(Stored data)

Content starts

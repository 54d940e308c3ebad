// Preloaded into a benchmarked child process (node --import): on exit it writes the process's peak resident
// memory to file descriptor 3, which the bench opens as a pipe. Keeps the child's own stdout and stderr untouched.
import { writeSync } from "node:fs";

process.on("exit", () => {
  try {
    writeSync(3, JSON.stringify({ maxRssKb: process.resourceUsage().maxRSS }));
  } catch {
    // No fd 3 (run outside the bench): nothing to report.
  }
});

Content ends

**WHAT YOU HAVE TO DO**
Please restate the preceding entries word for word.

**TASK RESULT**
repository 54d940e308c3ebad
// Preloaded into a benchmarked child process (node --import): on exit it writes the process's peak resident
// memory to file descriptor 3, which the bench opens as a pipe. Keeps the child's own stdout and stderr untouched.
import { writeSync } from "node:fs";

process.on("exit", () => {
  try {
    writeSync(3, JSON.stringify({ maxRssKb: process.resourceUsage().maxRSS }));
  } catch {
    // No fd 3 (run outside the bench): nothing to report.
  }
});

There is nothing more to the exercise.